For quite some time now, readers have been fed a regular diet of commentary pointing to economic decline in China. To use just one example, Washington Post Columnist Katherine Rampel recently wrote that the Chinese economy is facing “difficult times.” Rampel is not alone. Around the time of his column, Post brought together a number of contributors to think about Why Behind China’s economic difficulties.
Is it struggling? As this column always acknowledges, it would be very difficult to measure the “GDP” of one’s street, let alone that of a vast country. Moreover, economies are not drops whose temperature can be measured, they are people. The speculation here is that Chinese measures of economic health are as misleading as they are at the state level. The economies of both the US and China are too dynamic to be tracked by those arrogant enough to measure them.
Also, it is noteworthy that there has not been any improvement in the US equity indices. non sequitur? no way. China is a big market for American companies. Readers have seen this most recently with Apple’s AAPL’s $200 billion market cap loss that occurred after Chinese authorities threatened only a limited ban on the sale of iPhones. Apple sells a lot of iPhones there, only for investors to express panic. Apple is not alone. If China’s economy weakens, we will see it clearly through equity weakness in the US
Which raises an obvious question: If China’s economy is so weak, why is it not reflected in market indices? why indeed. Perhaps the answer can be found in Xi Jinping, the same man whom many American pundits point to as the source of China’s alleged economic malaise.

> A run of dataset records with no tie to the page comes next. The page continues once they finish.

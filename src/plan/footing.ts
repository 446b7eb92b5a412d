// What every plan ends with: where chance comes from, how much work is allowed, and the levels.
import { blockSize } from '../null/sampled/limits.js';
import { usageProblem } from '../problem/problem.js';
import { generatorName } from '../random/stream.js';
import { share } from './settings.js';
import { freshSeed } from './fresh-seed.js';
import type { Plan, PlanOptions } from './plan.js';

/** @throws Problem (usage) `empty-seed`. */
export function refuseEmptySeed({ seed }: Pick<PlanOptions, 'seed'>): void {
  if (seed !== '') return;
  throw usageProblem({
    code: 'empty-seed',
    message: 'the seed is empty',
    place: '--seed',
    hint: 'give any text, such as --seed 2026-ward-3, or leave the option out and one is made and printed',
  });
}

type Chance = Pick<Plan, 'seed' | 'tableKey' | 'generator' | 'blockSize'>;
type Levels = Pick<Plan, 'effort' | 'alpha' | 'confidence' | 'samplingConfidence'>;

/** @param draws whether anything is drawn; a chain draws without blocks. */
export const chanceOf = (options: PlanOptions, draws: boolean, inBlocks = draws): Chance => ({
  seed: draws ? (options.seed ?? freshSeed()) : null,
  tableKey: options.tableKey ?? '',
  generator: draws ? generatorName : null,
  blockSize: inBlocks ? blockSize : null,
});

/** @throws Problem (usage) for a level outside (0, 1). */
export const levelsOf = (options: PlanOptions, effort: number): Levels => ({
  effort,
  alpha: share(options.alpha, 0.05, '--alpha'),
  confidence: share(options.confidence, 0.95, '--confidence'),
  samplingConfidence: share(options.samplingConfidence, 0.99, '--sampling-confidence'),
});
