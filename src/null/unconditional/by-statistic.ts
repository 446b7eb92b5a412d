// Outcomes ordered by a difference of proportions over its standard error: pooled (the score statistic; Barnard 1945, Suissa
// & Shuster 1985) or unpooled (Wald's form). Doubles decide where they surely can, whole numbers where values lie close.
import { outcomesWhere, type OutcomeSet, type TwoGroupsSeen } from './outcomes.js';

export type OutcomeStatistic = 'score' | 'wald';
/** T at least the observed one, at most it, or at least as far from 0. */
export type Direction = 'upper' | 'lower' | 'distance';

/** T|T| up to a positive constant of the design, as a ratio; denominator 0 stands for an infinite T. */
interface Ratio<Num> {
  readonly top: Num;
  readonly bottom: Num;
}

/** Values of T|T| this near in relative terms are compared in whole numbers; doubles are right to a few 1e-16. */
const near = 1e-12;

/** Outcomes at least as extreme as the one seen. O(firstSize x secondSize). Ties count, decided exactly. */
export function setByStatistic(seen: TwoGroupsSeen, statistic: OutcomeStatistic, direction: Direction): OutcomeSet {
  const { firstSize: n1, secondSize: n2, firstEvents, secondEvents } = seen;
  const inDoubles = squareInDoubles(n1, n2, statistic);
  const inWhole = squareInWholes(n1, n2, statistic);
  const observed = inDoubles(firstEvents, secondEvents);
  const exact = inWhole(firstEvents, secondEvents);
  const sign = direction === 'lower' ? -1 : 1;
  const folded = direction === 'distance';
  const target = folded ? Math.abs(observed) : sign * observed;
  const margin = Number.isFinite(target) ? near * Math.abs(target) : 0;
  return outcomesWhere(seen, (x1, x2) => {
    const value = inDoubles(x1, x2);
    const apart = (folded ? Math.abs(value) : sign * value) - target;
    // Both infinite: equal; apart is then NaN.
    if (apart > margin) return true;
    if (apart < -margin) return false;
    return sign * compare(inWhole(x1, x2), exact, folded) >= 0;
  });
}

function squareInDoubles(n1: number, n2: number, statistic: OutcomeStatistic): (x1: number, x2: number) => number {
  const total = n1 + n2;
  return (x1, x2) => {
    const d = x1 * n2 - x2 * n1;
    if (d === 0) return 0;
    const m = x1 + x2;
    const bottom =
      statistic === 'score' ? m * (total - m) : x1 * (n1 - x1) * ((n2 * n2) / n1) + x2 * (n2 - x2) * ((n1 * n1) / n2);
    return (d * Math.abs(d)) / bottom;
  };
}

function squareInWholes(
  n1: number,
  n2: number,
  statistic: OutcomeStatistic,
): (x1: number, x2: number) => Ratio<bigint> {
  const [a, b] = [BigInt(n1), BigInt(n2)];
  return (x1, x2) => {
    const [x, y] = [BigInt(x1), BigInt(x2)];
    const d = x * b - y * a;
    if (d === 0n) return { top: 0n, bottom: 1n };
    const m = x + y;
    const bottom = statistic === 'score' ? m * (a + b - m) : x * (a - x) * b ** 3n + y * (b - y) * a ** 3n;
    return { top: d < 0n ? -d * d : d * d, bottom };
  };
}

function compare(one: Ratio<bigint>, other: Ratio<bigint>, folded: boolean): number {
  const size = (x: bigint): bigint => (folded && x < 0n ? -x : x);
  const [a, b] = [size(one.top), size(other.top)];
  // An infinite value lies beyond every finite one of its sign.
  if (one.bottom === 0n || other.bottom === 0n) {
    const place = (top: bigint, bottom: bigint): number => (bottom > 0n ? 0 : top < 0n ? -1 : 1);
    return place(a, one.bottom) - place(b, other.bottom);
  }
  const apart = a * other.bottom - b * one.bottom;
  return apart > 0n ? 1 : apart < 0n ? -1 : 0;
}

According to a recent report wall street journal, Xi’s substantial power “is delaying the country’s response to its worst economic downturn in years.” While “officials in charge of day-to-day economic affairs have been holding increasingly urgent meetings in recent months to discuss ways to address the worsening scenario,” Xi is clearly not satisfied with doing nothing. in the words of magazine According to reporters Lingling Wei and Stella Yifan Xie, Xi “has not shown interest in supporting further stimulus” despite “advice from leading Chinese economists to take bolder action”. She is intelligent.
Even better, if Benjamin Anderson had been around he would have cheered Xi’s lack of activism. In his brilliant book on the 1930s, Economics and Public WelfareAnderson was clear that the “Great Depression” was only “Great” because in response to a weak economy, the political class took the power to fix it. There was your depression.
The opinion of economists and politicians, then in the US and now in China, is that a “recession” is a sign of an economy recovery As bad investments are suppressed, poorly positioned workers are laid off so they can find better-suited work for them elsewhere, and largely this is when mistakes are rapidly corrected. Fighting the “recession” is fighting the recovery. Instead of allowing individuals and companies to fix themselves, “incentives” make it possible for bad ideas to flourish. There was no Great Depression caused by politicians absent from “doing something” in the 1930s. There is simply a surge, much like there was when President Harding did nothing in response to the Great Depression of 1920-21. The author of Do Nothing is Roaring 20. pick him up?
By doing nothing now, Xi is ideally making it possible for the Chinese to correct their errors and for well-run businesses to obtain physical and human capital relatively cheaply. All this points to the possibility that Xi Jinping knows more than economists about why economies grow. Well, stock markets also do the same.